9.7.07

am finally getting my hair cut tomorrow. trimmed, actually. i'll cut it all off when it's finally in a great condition and long enough to sell. that's right, i want to sell my hair.

so i've been having all these "uncomfortable" thoughts. i would call them "bad" but i prefer not to judge them because they're just thoughts and shouldn't have a value in and of themselves - should they? isn't the action what is to be judged should they have any corresponding action?

i thought the question had been answered. since i was on the precipice of making a decision, the last time we saw each other was supposed to have been the one chance to make a good impression. at which was obviously failed. which leads me to believe the decision already made. from the third eye to the intuition to the voice, a strong resounding "caution" or "no!" continues to echo more than a year hence.

(i apologise for using some strange lexic constructions - it seems that in the days before tv people had a much larger capacity to understand the written word - which is why reading middlemarch has been such an adjustment. the language of the book is so rich and subtle that i find myself having to go back over what i've just read to make sure i have understood.)

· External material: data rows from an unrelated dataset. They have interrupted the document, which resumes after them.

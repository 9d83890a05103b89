// Robustness of the page (issue 14): bounded work on the page's own
// thread, layouts over the work budget open paused, traces stopped at a
// limit say why and keep the layout, a wasm trap does not poison the
// session, and the autosave history loses nothing (versions, unrestorable
// entries kept, full storage reported, two tabs).
//
// References: the native `catoptric` (same Rust core) for the work budget
// and the limit's message; the cavity cases follow the report (two
// facing concave spheres, a lamp between them, max_bounces 1000).

import { after, before, describe, test } from 'node:test';
import assert from 'node:assert/strict';
import { execFileSync } from 'node:child_process';
import { readFileSync, writeFileSync } from 'node:fs';
import { join } from 'node:path';
import { READY_MS, serverBinary, setUp, settled, tearDown, watchPage } from './harness.mjs';

let env;

before(async () => {
  env = await setUp('catoptric-robust-');
});

after(() => tearDown(env));

/**
 * Two facing concave spheres (R 100 mm, 100 mm apart: confocal), a lamp at
 * the common focus, `screens` transparent screens between them.
 */
function cavity({ name, rays, screens = 1, diameter = 120, cone = 5, bounces = 1000, screenAt = 30 }) {
  const elements = [
    { kind: 'mirror', id: 'left', vertex: [0, 0], axis_deg: 0, form: 'revolved', profile: { radius: 100, conic: 0 }, aperture: { diameter } },
    { kind: 'mirror', id: 'right', vertex: [0, 100], axis_deg: 180, form: 'revolved', profile: { radius: 100, conic: 0 }, aperture: { diameter } },
  ];
  for (let i = 0; i < screens; i++) {
    elements.push({ kind: 'screen', id: `screen-${i + 1}`, center: [0, screenAt + 4 * i], axis_deg: 0, size: diameter, shape: 'circle' });
  }
  return {
    format: 'catoptric-layout', version: 1, name, notes: '', wavelength_nm: 550, max_bounces: bounces, elements,
    sources: [{ kind: 'point', id: 'lamp', center: [0, 50], direction_deg: 180, cone_half_angle_deg: cone, rays, pattern: 'random', power_w: 100 }],
  };
}

function writeLayout(layout) {
  const path = join(env.scratch, `${layout.name.replace(/\W+/g, '-')}.json`);
  writeFileSync(path, JSON.stringify(layout));
  return path;
}
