// The Focus, Energy and Flux views, the caustic layer, the sunlight
// cautions and the analysis exports in headless Chromium.
//
// Reference for the figures: the native `catoptric trace --json` on the same
// layout file (the same Rust core built natively), as in workbench.test.mjs.
// Tolerance: common practice for one computation built for two targets, a
// relative 1e-6 (plus 1e-9 in the key's unit for values near zero).

import { after, before, describe, test } from 'node:test';
import assert from 'node:assert/strict';
import { readFileSync, writeFileSync } from 'node:fs';
import { join } from 'node:path';
import { WWW, close, native, setUp, settled, tearDown, watchPage } from './harness.mjs';

let env;
let server;
let browser;
let origin;
let scratch;

before(async () => {
  env = await setUp('catoptric-analysis-');
  ({ server, browser, origin, scratch } = env);
});

after(() => tearDown(env));



const preset = (file) => join(WWW, 'presets', file);

/** A layout file in the scratch folder: `file` from the presets, changed by `edit`. */
function variant(file, name, edit) {
  const L = JSON.parse(readFileSync(preset(file), 'utf8'));
  edit(L);
  const path = join(scratch, name);
  writeFileSync(path, JSON.stringify(L, null, 2));
  return path;
}

/** Opens the layout file `path` in a fresh page (through its share link) and waits for the full trace. */
async function openLayout(path) {
  const fragment = native(['link', path]).trim();
  const ctx = await browser.newContext({ viewport: { width: 1280, height: 800 }, colorScheme: 'light', acceptDownloads: true });
  const page = await ctx.newPage();
  const seen = watchPage(page, origin);
  await page.goto(`${server.url}${fragment}`);
  await settled(page);
  return { ctx, page, seen };
}


/** Opens the drawer on view `id` and waits until its figures are drawn. */
async function showView(page, id) {
  if (await page.getAttribute('#drawer', 'data-open') !== 'true') await page.click('#btn-drawer');
  await page.click(`#view-tabs [data-view="${id}"]`);
  await page.waitForFunction((v) => !document.getElementById(`view-${v}`).hidden, id);
  // Wait until the drawer has finished sliding open (its height
  // transition, a CSS animation, is over), then redraw the plots at their
  // final size.
  await page.waitForFunction(() => {
    const d = document.getElementById('drawer');
    return d.dataset.open === 'true' && d.getAnimations().length === 0 && d.getBoundingClientRect().height > 0;
  });
  await page.evaluate(() => window.catoptric.drawer.update());
}

/** The figure `key` shown in view `id`. */
async function figure(page, id, key) {
  const v = await page.getAttribute(`#view-${id} [data-figure="${key}"]`, 'data-value');
  assert.ok(v !== null, `view ${id} shows ${key}`);
  return JSON.parse(v);
}

/** Pixels of a canvas that differ from its top-left pixel. */
async function inkPixels(page, selector) {
  return page.evaluate((sel) => {
    const c = document.querySelector(sel);
    const d = c.getContext('2d').getImageData(0, 0, c.width, c.height).data;
    let n = 0;
    for (let i = 4; i < d.length; i += 4) {
      if (Math.abs(d[i] - d[0]) + Math.abs(d[i + 1] - d[1]) + Math.abs(d[i + 2] - d[2]) > 30) n++;
    }
    return n;
  }, selector);
}

/** Keeps a snapshot of the drawing canvas in the page under `name`. */
async function snapshot(page, name) {
  await page.evaluate((n) => {
    const c = document.getElementById('canvas');
    window.catoptric.editor.draw();
    (window.snaps ??= {})[n] = c.getContext('2d').getImageData(0, 0, c.width, c.height).data;
  }, name);
}

/** Number of pixels that differ between two snapshots. */
async function pixelsChanged(page, a, b) {
  return page.evaluate(([x, y]) => {
    const p = window.snaps[x], q = window.snaps[y];
    let n = 0;
    for (let i = 0; i < p.length; i += 4) if (Math.abs(p[i] - q[i]) + Math.abs(p[i + 1] - q[i + 1]) + Math.abs(p[i + 2] - q[i + 2]) > 12) n++;
    return n;
  }, [a, b]);
}

describe('the analysis views', () => {
  test('focus and energy views show the best focus and EE50 of `catoptric trace --json`; every view draws', async () => {
    const path = preset('sphere-f5.json');
    const report = JSON.parse(native(['trace', path, '--json']));
    const row = report.screens[0].by_source[0];
    const { ctx, page, seen } = await openLayout(path);
    try {
      await showView(page, 'focus');
      const best = await figure(page, 'focus', 'best_focus_shift_mm');
      assert.ok(close(best, row.best_focus_shift_mm), `best focus: view ${best}, native ${row.best_focus_shift_mm}`);
      assert.ok(close(await figure(page, 'focus', 'rms_radius_at_best_um'), row.rms_radius_at_best_um));
      assert.ok(await inkPixels(page, '#focus-canvas') > 2000, 'through-focus plot drawn');
      assert.ok(await inkPixels(page, '#longitudinal-canvas') > 2000, 'longitudinal plot drawn');
      // A ray parallel to the axis at height h meets a sphere of radius R
      // at sin θ = h/R and crosses the axis R/(2 cos θ) from the centre of
      // curvature (plane geometry of the reflection; common practice), so
      // the marginal ray (h = 100 mm, R = 2000 mm) falls short of the
      // paraxial focus by R/2 · (1/cos θ − 1) = 1.2516 mm. The fan's
      // innermost rays are near-paraxial: compared to 1 %.
      const spread = await figure(page, 'focus', 'longitudinal_spread_mm');
      const want = 1000 * (1 / Math.sqrt(1 - 0.05 ** 2) - 1);
      assert.ok(Math.abs(spread - want) / want < 0.01, `longitudinal spread ${spread} mm, exact ${want} mm`);

      await showView(page, 'energy');
      const ee50 = await figure(page, 'energy', 'ee50_radius_um');
      assert.ok(close(ee50, row.ee50_radius_um), `EE50: view ${ee50}, native ${row.ee50_radius_um}`);
      assert.ok(close(await figure(page, 'energy', 'ee80_radius_um'), row.ee80_radius_um));
      assert.ok(await inkPixels(page, '#energy-canvas') > 2000, 'encircled-energy plot drawn');
      const verdict = await page.getAttribute('#energy-verdict .verdict', 'data-verdict');
      assert.equal(verdict, row.diffraction_limited ? 'limited' : 'not-limited');
      assert.match(await page.textContent('#energy-verdict'), /λ\/14/);

      // Hovering a plot reads out the value under the pointer.
      const box = await page.locator('#energy-canvas').boundingBox();
      await page.mouse.move(box.x + box.width * 0.5, box.y + box.height * 0.5);
      const text = await page.evaluate(() => window.catoptric.drawer.views.find((v) => v.id === 'energy').plot.readout());
      assert.match(text, /radius [\d.]+\s?µm · encircled energy [\d.]+\s?%/);

      await showView(page, 'flux');
      assert.ok(await inkPixels(page, '#flux-canvas') > 2000, 'flux map drawn');
      assert.deepEqual(seen.errors, []);
      assert.deepEqual(seen.external, []);
    } finally {
      await ctx.close();
    }
  });

  test('flux view of the solar dish: the peak of `catoptric trace --json`, a colour bar, and the concentration caution', async () => {
    const path = preset('solar-dish.json');
    const report = JSON.parse(native(['trace', path, '--json']));
    const flux = report.screens[0].flux;
    const { ctx, page, seen } = await openLayout(path);
    try {
      await showView(page, 'flux');
      const peak = await figure(page, 'flux', 'peak_w_m2');
      assert.ok(close(peak, flux.peak_w_m2), `peak: view ${peak}, native ${flux.peak_w_m2}`);
      assert.ok(close(await figure(page, 'flux', 'peak_suns'), flux.peak_suns));
      assert.ok(close(await figure(page, 'flux', 'mean_w_m2'), flux.mean_w_m2));
      assert.ok(close(await figure(page, 'flux', 'intercept'), flux.intercept));
      // The colour bar's lightness rises from bottom to top (our map is
      // built that way; relative luminance per IEC 61966-2-1 / ITU-R BT.709
      // weights, common practice).
      const lum = await page.evaluate(() => {
        const c = document.getElementById('flux-canvas');
        const g = c.getContext('2d');
        const v = window.catoptric.drawer.views.find((x) => x.id === 'flux');
        const bar = v.bar.getContext('2d').getImageData(0, 0, 1, v.bar.height).data;
        const lin = (x) => { x /= 255; return x <= 0.04045 ? x / 12.92 : ((x + 0.055) / 1.055) ** 2.4; };
        const out = [];
        for (let i = 0; i < bar.length; i += 4) out.push(0.2126 * lin(bar[i]) + 0.7152 * lin(bar[i + 1]) + 0.0722 * lin(bar[i + 2]));
        return { out, w: c.width, ok: !!g };
      });
      const ys = lum.out;
      assert.ok(ys.length >= 100);
      for (let i = 8; i < ys.length; i += 8) assert.ok(ys[i] < ys[i - 8], `lightness falls down the bar at row ${i}`);
      const caution = page.locator('#concentration-caution');
      assert.ok(await caution.isVisible(), 'the concentration caution is shown');
      assert.ok(close(Number(await caution.getAttribute('data-suns')), flux.peak_suns));
      assert.match(await caution.textContent(), /fire/);
      assert.ok(await page.locator('#view-flux .caution').isVisible(), 'the flux view repeats it');
      assert.equal(await page.locator('#filter-caution').isVisible(), false, 'an f/0.6 dish is no telescope');
      assert.deepEqual(seen.errors, []);
    } finally {
      await ctx.close();
    }
  });

  test('no concentration caution for a star on the f/5 paraboloid; the solar-filter caution when the sun feeds it', async () => {
    const a = await openLayout(preset('paraboloid-f5.json'));
    try {
      assert.equal(await a.page.locator('#concentration-caution').isVisible(), false);
      assert.equal(await a.page.locator('#sun-caution').isVisible(), false);
      // A star's concentration is no burn hazard: the flux view stays calm.
      await showView(a.page, 'flux');
      assert.equal(await a.page.locator('#view-flux .caution').isVisible(), false);
    } finally {
      await a.ctx.close();
    }
    const sunlit = variant('paraboloid-f5.json', 'sunlit-f5.json', (L) => {
      L.sources[0].sun_half_angle_mrad = 4.65;
      L.sources[0].irradiance_w_m2 = 1000;
    });
    const b = await openLayout(sunlit);
    try {
      assert.ok(await b.page.locator('#filter-caution').isVisible(), 'solar-filter caution');
      assert.match(await b.page.textContent('#filter-caution'), /certified solar filter/);
      assert.deepEqual(b.seen.errors, []);
    } finally {
      await b.ctx.close();
    }
  });

  test('the caustic toggle draws a layer under the rays', async () => {
    const { ctx, page, seen } = await openLayout(preset('sphere-f5.json'));
    try {
      // The pointer stays off the drawing so no hover highlight changes it.
      await page.mouse.move(1, 1);
      await snapshot(page, 'off');
      await page.locator('#toolbox [data-action="caustic"]').dispatchEvent('click');
      await snapshot(page, 'on');
      const changed = await pixelsChanged(page, 'off', 'on');
      assert.ok(changed > 1000, `${changed} pixels changed`);
      assert.equal(await page.getAttribute('#toolbox [data-action="caustic"]', 'aria-pressed'), 'true');
      await page.locator('#toolbox [data-action="caustic"]').dispatchEvent('click');
      await snapshot(page, 'off-again');
      assert.equal(await pixelsChanged(page, 'off', 'off-again'), 0, 'off again: the same picture');
      assert.deepEqual(seen.errors, []);
    } finally {
      await ctx.close();
    }
  });

  test('after a long trace in the worker the views show the full trace', async () => {
    // 250 000 rays: above the page's 200 000-ray limit for the main thread.
    const path = variant('sphere-f5.json', 'long.json', (L) => { L.sources[0].rays = 250_000; });
    const report = JSON.parse(native(['trace', path, '--json']));
    const row = report.screens[0].by_source[0];
    const { ctx, page, seen } = await openLayout(path);
    try {
      assert.equal(await page.evaluate(() => window.catoptric.result.background === true), true, 'traced in the worker');
      await showView(page, 'focus');
      assert.ok(close(await figure(page, 'focus', 'best_focus_shift_mm'), row.best_focus_shift_mm));
      await showView(page, 'energy');
      assert.ok(close(await figure(page, 'energy', 'ee50_radius_um'), row.ee50_radius_um));
      await showView(page, 'flux');
      assert.ok(close(await figure(page, 'flux', 'peak_w_m2'), report.screens[0].flux.peak_w_m2));
      assert.deepEqual(seen.errors, []);
    } finally {
      await ctx.close();
    }
  });

  test('exports: curves as CSV and the flux map as PNG', async () => {
    const { ctx, page } = await openLayout(preset('sphere-f5.json'));
    try {
      const grab = async (what) => {
        await page.click('#btn-export');
        const [dl] = await Promise.all([page.waitForEvent('download'), page.click(`#export-menu [data-export="${what}"]`)]);
        const file = join(scratch, dl.suggestedFilename());
        await dl.saveAs(file);
        return { name: dl.suggestedFilename(), bytes: readFileSync(file) };
      };
      const focus = (await grab('focus-csv')).bytes.toString('utf8').trim().split('\n');
      assert.equal(focus[0], 'shift_mm,rms_radius_um');
      assert.equal(focus.length, 1 + 101, 'the through-focus curve has 101 points');
      assert.ok(focus.slice(1).every((l) => l.split(',').every((x) => Number.isFinite(Number(x)))));
      const la = (await grab('longitudinal-csv')).bytes.toString('utf8').trim().split('\n');
      assert.equal(la[0], 'pupil_height_mm,axial_crossing_mm');
      assert.ok(la.length > 50);
      const ee = (await grab('energy-csv')).bytes.toString('utf8').trim().split('\n');
      assert.equal(ee[0], 'radius_um,encircled_fraction');
      assert.equal(Number(ee[ee.length - 1].split(',')[1]), 1, 'all the power within the largest radius');
      const fx = (await grab('flux-csv')).bytes.toString('utf8').trim().split('\n');
      assert.equal(fx[0], 'u_mm,v_mm,irradiance_w_m2');
      assert.equal(fx.length, 1 + 65 * 65, "one row per pixel of the default 65 × 65 map (DEFAULT_FLUX_GRID)");
      const png = await grab('flux-png');
      assert.match(png.name, /flux\.png$/);
      // PNG signature (ISO/IEC 15948 §5.2).
      assert.deepEqual([...png.bytes.subarray(0, 8)], [137, 80, 78, 71, 13, 10, 26, 10]);
    } finally {
      await ctx.close();
    }
  });
});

but then the whatifs come echoing back, weaker than what intuition has provided, but gaining strength. what if there's more? what if i'm supposed to feel differently? what if we just threw ourselves together for the sake of making a good story come true and we don't really feel anything for each other? what if we're here by simple momentum, what if just because? what if in each other we fulfill a common need (such as dorothea's adoration for casaubon's scholarly demeanor) but don't feel what is required?

and to all these questions i can but answer (translation: i can ONLY answer; je ne peut que repondre JE NE SAIS PAS), i don't know. i don't know.

the question of self esteem: i don't deserve to be treated like this. this is too good for me. the question of pride: i will not be the other girl. i will not put up with those behaviors.

so why do i ruminate on another much less worthy of my concern? is it that the right words have already been used, despite my aversion to and disbelief in such words and such concepts i'm still female and it's in my nature to be attracted to them like a moth to fire? i should be smart enough to know when i'm being teased. maybe this is what i get for taking advantage of a malleable friend just for company.

i always feel better about these things, despite the mental tangle, after a long hard yoga practice. so i am sore today from plenty of sun salutations and lots of sweat (in fact i just cleaned my stinky yoga mat that literally smelled like ass)... yoga makes me feel calm despite the storm inside. it's weird, the strange calm. so i'll allow it to continue, instead of stewing in the perfect storm and waiting for a wave to capsize my sanity, and go to the library to look up some books i've heard of recently.